This is an automated email from the ASF dual-hosted git repository.
github-bot pushed a commit to branch aevri/casdprocessmanager2
in repository https://gitbox.apache.org/repos/asf/buildstream.git
commit 84aab60bd8066439ed4971a23b21288d30729a87
Author: Angelos Evripiotis <je...@bloomberg.net>
AuthorDate: Mon Oct 14 13:53:00 2019 +0100
Extract casd_channel logic to CASDConnection
Encapsulate the management of a connection to CASD, so we can hide the
details of how it happens. This will make it easier to port to Windows,
as we will have to take a different approach there.
Also make get_local_cas() public, since it is already used outside of
the CASCache class.
---
src/buildstream/_cas/cascache.py | 98 ++++++++++++++----------------
src/buildstream/_cas/casdprocessmanager.py | 83 ++++++++++++++++++++++++-
src/buildstream/_cas/casremote.py | 6 +-
3 files changed, 130 insertions(+), 57 deletions(-)

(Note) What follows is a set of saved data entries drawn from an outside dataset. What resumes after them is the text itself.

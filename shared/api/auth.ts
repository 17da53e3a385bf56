import { z } from 'zod';
import { idSchema, isoDateTimeSchema } from './common';

/** Roles of a team member (DESIGN.md): what each may do is enforced by the API's route table. */
export const roleSchema = z.enum(['admin', 'physicist', 'grower', 'viewer']);
export type Role = z.infer<typeof roleSchema>;
export const roles: readonly Role[] = roleSchema.options;

const email = z.string({ error: 'email is required' }).trim().toLowerCase().max(254, { error: 'email is too long' }).email({ error: 'email is not a valid address' });
/** Long passphrases welcome; a short one is refused (length matters more than symbols). */
const password = z.string({ error: 'password is required' }).min(10, { error: 'password must be at least 10 characters' }).max(200, { error: 'password must be at most 200 characters' });
const displayName = z.string({ error: 'displayName is required' }).trim().min(1, { error: 'displayName is required' }).max(80, { error: 'displayName is at most 80 characters' });

const teamName = z.string({ error: 'teamName is required' }).trim().min(2, { error: 'teamName needs at least 2 characters' }).max(120, { error: 'teamName is at most 120 characters' });
const token = z.string({ error: 'token is missing or malformed' }).min(20, { error: 'token is missing or malformed' }).max(200, { error: 'token is missing or malformed' });

/**
 * Sign-up, step one: answered 202 "check your inbox" whatever the address;
 * the link mailed to it (or, for an address with an account, a note to its
 * owner) leads to step two, where the password is chosen.
 */
export const signUpRequestSchema = z.strictObject({ email, displayName, teamName });
/** Sign-up, step two: the mailed single-use link and the password; makes the team and the account and signs in. */
export const signUpConfirmSchema = z.strictObject({ token, password });
/** `GET /api/sign-up/:token` — what the confirm page shows before the account is made. */
export const signUpPreviewSchema = z.object({ email: z.string(), displayName: z.string(), teamName: z.string(), expiresAt: isoDateTimeSchema });
/** The one answer of every anonymous request that mails something: it never says whether the address has an account. */
export const mailQueuedSchema = z.object({ message: z.string() });
/** Signed in: a new password, proven by the current one; every other session ends. */
export const changePasswordSchema = z.strictObject({
  currentPassword: z.string({ error: 'currentPassword is required' }).min(1, { error: 'currentPassword is required' }).max(200, { error: 'currentPassword is at most 200 characters' }),
  newPassword: password,
});
export const signInRequestSchema = z.strictObject({ email, password: z.string({ error: 'password is required' }).min(1, { error: 'password is required' }).max(200) });
export const resetRequestSchema = z.strictObject({ email });
export const resetConfirmSchema = z.strictObject({ token, password });
export const acceptInvitationSchema = z.strictObject({ token, password, displayName });
export const inviteRequestSchema = z.strictObject({ email, role: roleSchema });
export const changeRoleRequestSchema = z.strictObject({ role: roleSchema });

export const meResponseSchema = z.object({
  user: z.object({ id: z.string(), email: z.string(), displayName: z.string(), role: roleSchema }),
  team: z.object({ id: idSchema, name: z.string() }),
});

export const memberSchema = z.object({ id: z.string(), email: z.string(), displayName: z.string(), role: roleSchema, joinedAt: isoDateTimeSchema });
export const invitationSchema = z.object({
  id: idSchema,
  email: z.string(),
  role: roleSchema,
  invitedBy: z.string(),
  createdAt: isoDateTimeSchema,
  expiresAt: isoDateTimeSchema,
  state: z.enum(['pending', 'accepted', 'revoked', 'expired']),
});
export const teamResponseSchema = z.object({ members: z.array(memberSchema), invitations: z.array(invitationSchema) });
/** `GET /api/invitations/:token` — what the join page shows before the account is made. */
export const invitationPreviewSchema = z.object({ email: z.string(), role: roleSchema, teamName: z.string(), expiresAt: isoDateTimeSchema });

export type SignUpRequest = z.input<typeof signUpRequestSchema>;
export type SignUpConfirm = z.input<typeof signUpConfirmSchema>;
export type SignUpPreview = z.infer<typeof signUpPreviewSchema>;
export type ChangePasswordRequest = z.input<typeof changePasswordSchema>;
export type SignInRequest = z.input<typeof signInRequestSchema>;
export type MeResponse = z.infer<typeof meResponseSchema>;
export type Member = z.infer<typeof memberSchema>;
export type Invitation = z.infer<typeof invitationSchema>;
export type TeamResponse = z.infer<typeof teamResponseSchema>;
export type InvitationPreview = z.infer<typeof invitationPreviewSchema>;

/**
 * Between processes (PostgreSQL NOTIFY → socket server), never sent to a
 * browser: this member's sockets must close, because they were removed,
 * their role changed (a reconnect then carries the new role), their password
 * changed or was reset, or they signed out everywhere. With `sessionId`
 * (a sign-out) only the sockets opened with that session close.
 */
export const accountEndedSchema = z.object({
  userId: z.string(),
  reason: z.enum(['removed', 'role', 'signed-out', 'password', 'sessions-ended']),
  sessionId: z.string().optional(),
});
export type AccountEnded = z.infer<typeof accountEndedSchema>;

diff --git a/src/buildstream/_cas/cascache.py b/src/buildstream/_cas/cascache.py
index aefc1b9..65359ff 100644
--- a/src/buildstream/_cas/cascache.py
+++ b/src/buildstream/_cas/cascache.py
@@ -31,14 +31,14 @@ import time
import grpc
from .._protos.google.rpc import code_pb2
-from .._protos.build.bazel.remote.execution.v2 import remote_execution_pb2, remote_execution_pb2_grpc
-from .._protos.build.buildgrid import local_cas_pb2, local_cas_pb2_grpc
+from .._protos.build.bazel.remote.execution.v2 import remote_execution_pb2
+from .._protos.build.buildgrid import local_cas_pb2
from .. import _signals, utils
from ..types import FastEnum
from .._exceptions import CASCacheError
-from .casdprocessmanager import CASDProcessManager
+from .casdprocessmanager import CASDConnection, CASDProcessManager
from .casremote import _CASBatchRead, _CASBatchUpdate
_BUFFER_SIZE = 65536
@@ -74,9 +74,6 @@ class CASCache():
os.makedirs(os.path.join(self.casdir, 'objects'), exist_ok=True)
os.makedirs(self.tmpdir, exist_ok=True)
- self._casd_channel = None
- self._casd_cas = None
- self._local_cas = None
self._cache_usage_monitor = None
self._cache_usage_monitor_forbidden = False
@@ -107,43 +104,12 @@ class CASCache():
return state
- def _init_casd(self):
- assert self._casd_process_manager, "CASCache was instantiated without buildbox-casd"
-
- if not self._casd_channel:
- while not os.path.exists(self._casd_process_manager.socket_path):
- # casd is not ready yet, try again after a 10ms delay,
- # but don't wait for more than 15s
- if time.time() > self._casd_process_manager.start_time + 15:
- raise CASCacheError("Timed out waiting for buildbox-casd to become ready")
-
- time.sleep(0.01)
-
- self._casd_channel = grpc.insecure_channel('unix:' + self._casd_process_manager.socket_path)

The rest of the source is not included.